### Records to use
"""Exception family and small argument checks with uniform, actionable messages.

Every error a user can cause (a bad file, a bad option) is a :class:`ShotcheckError`; the CLI turns it
into exit status 2 and a one-line message, never a traceback.
"""

from __future__ import annotations

import difflib
from collections.abc import Iterable
from typing import Any

import numpy as np

__all__ = [
    "ShotcheckError",
    "RecordError",
    "FormatError",
    "NoImpulseError",
    "check_option",
    "check_range",
    "check_finite_1d",
]


class ShotcheckError(Exception):
    """Base class of every error caused by the user's input or options."""


class RecordError(ShotcheckError, ValueError):
    """A record or a file holding one is not usable.

    Parameters
    ----------
    message : str
        What is wrong and what was expected.
    path : str or None
        File the record came from, if any; prefixed to the message.
    field : str or None
        Field, channel or line concerned, if known.
    """

    def __init__(self, message: str, *, path: str | None = None, field: str | None = None):
        self.path = None if path is None else str(path)
        self.field = field
        self.detail = message
        prefix = f"{self.path}: " if self.path else ""
        where = f"{field}: " if field else ""
        super().__init__(f"{prefix}{where}{message}")


class FormatError(RecordError):
    """A file does not follow its format (COMTRADE, CSV)."""


class NoImpulseError(RecordError):
    """A record's voltage holds no impulse: it is constant, or nothing in it stands well above its noise."""


def _quote_list(items: Iterable[Any]) -> str:
    quoted = [repr(i) for i in items]
    if len(quoted) <= 1:
        return "".join(quoted)
    return ", ".join(quoted[:-1]) + " and " + quoted[-1]


def check_option(name: str, value: Any, allowed: Iterable[Any]) -> Any:
    """Check that ``value`` is one of ``allowed``.

    Parameters
    ----------
    name : str
        Parameter name used in the message.
    value : object
        Value to check.
    allowed : iterable
        Allowed values.

    Returns
    -------
    object
        ``value`` unchanged.

    Raises
    ------
    ShotcheckError
        With the allowed values and, for strings, the closest match.
    """
    allowed = list(allowed)
    if value in allowed:
        return value
    msg = (
        f"Invalid value for {name!r}: {value!r}. Allowed values are {_quote_list(allowed)}."
    )
    if isinstance(value, str):
        close = difflib.get_close_matches(value, [str(a) for a in allowed], n=1)
        if close:
            msg += f" Did you mean {close[0]!r}?"
    raise ShotcheckError(msg)


def check_range(
    name: str,
    value: float,
    low: float | None = None,
    high: float | None = None,
    *,
    low_inclusive: bool = True,
    high_inclusive: bool = True,
    unit: str = "",
) -> float:
    """Check that a finite scalar lies in an interval.

    Parameters
    ----------
    name : str
        Parameter name used in the message (include the unit, e.g. ``'front_time_s'``).
    value : float
        Value to check.
    low, high : float or None
        Bounds; None means unbounded.
    low_inclusive, high_inclusive : bool
        Whether the bounds are allowed.
    unit : str
        Unit printed after the numbers.

    Returns
    -------
    float
        ``value`` as float.
    """
    try:
        v = float(value)
    except (TypeError, ValueError):
        raise ShotcheckError(f"{name} must be a number, got {value!r}") from None
    ok = np.isfinite(v)
    if ok and low is not None:
        ok = v >= low if low_inclusive else v > low
    if ok and high is not None:
        ok = v <= high if high_inclusive else v < high
    if not ok:
        lo = "-inf" if low is None else f"{low:g}"
        hi = "inf" if high is None else f"{high:g}"
        lb = "[" if low_inclusive and low is not None else "("
        hb = "]" if high_inclusive and high is not None else ")"
        u = f" {unit}" if unit else ""
        raise ShotcheckError(f"{name} must be in {lb}{lo}, {hi}{hb}{u}, got {value!r}")
    return v


def check_finite_1d(
    name: str, values: Any, *, min_len: int = 1, path: str | None = None
) -> np.ndarray:
    """Return ``values`` as a 1-D float64 array after checking shape and finiteness.

    Parameters
    ----------
    name : str
        Name of the array (a channel name) used in the message.
    values : array_like
        Samples.
    min_len : int
        Minimum number of samples.
    path : str or None
        File the samples came from, for the message.

    Returns
    -------
    numpy.ndarray
        1-D float64 array.

    Raises
    ------
    RecordError
        Naming the first non-finite sample.
    """
    try:
        arr = np.asarray(values, dtype=np.float64)
    except (TypeError, ValueError):
        raise RecordError("samples must be numbers", path=path, field=f"channel {name!r}") from None
    if arr.ndim != 1:
        raise RecordError(
            f"samples must be a 1-D array, got shape {arr.shape}", path=path, field=f"channel {name!r}"
        )
    if arr.size < min_len:
        raise RecordError(
            f"too few samples: {arr.size}, at least {min_len} are needed",
            path=path,
            field=f"channel {name!r}",
        )
    bad = ~np.isfinite(arr)
    if bad.any():
        i = int(np.argmax(bad))
        raise RecordError(
            f"sample {i} is {arr[i]}; samples must be finite", path=path, field=f"channel {name!r}"
        )
    return arr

### What you have to do
Return, from the material above, each line holding the string "True".

### Task output
    low_inclusive: bool = True,
    high_inclusive: bool = True,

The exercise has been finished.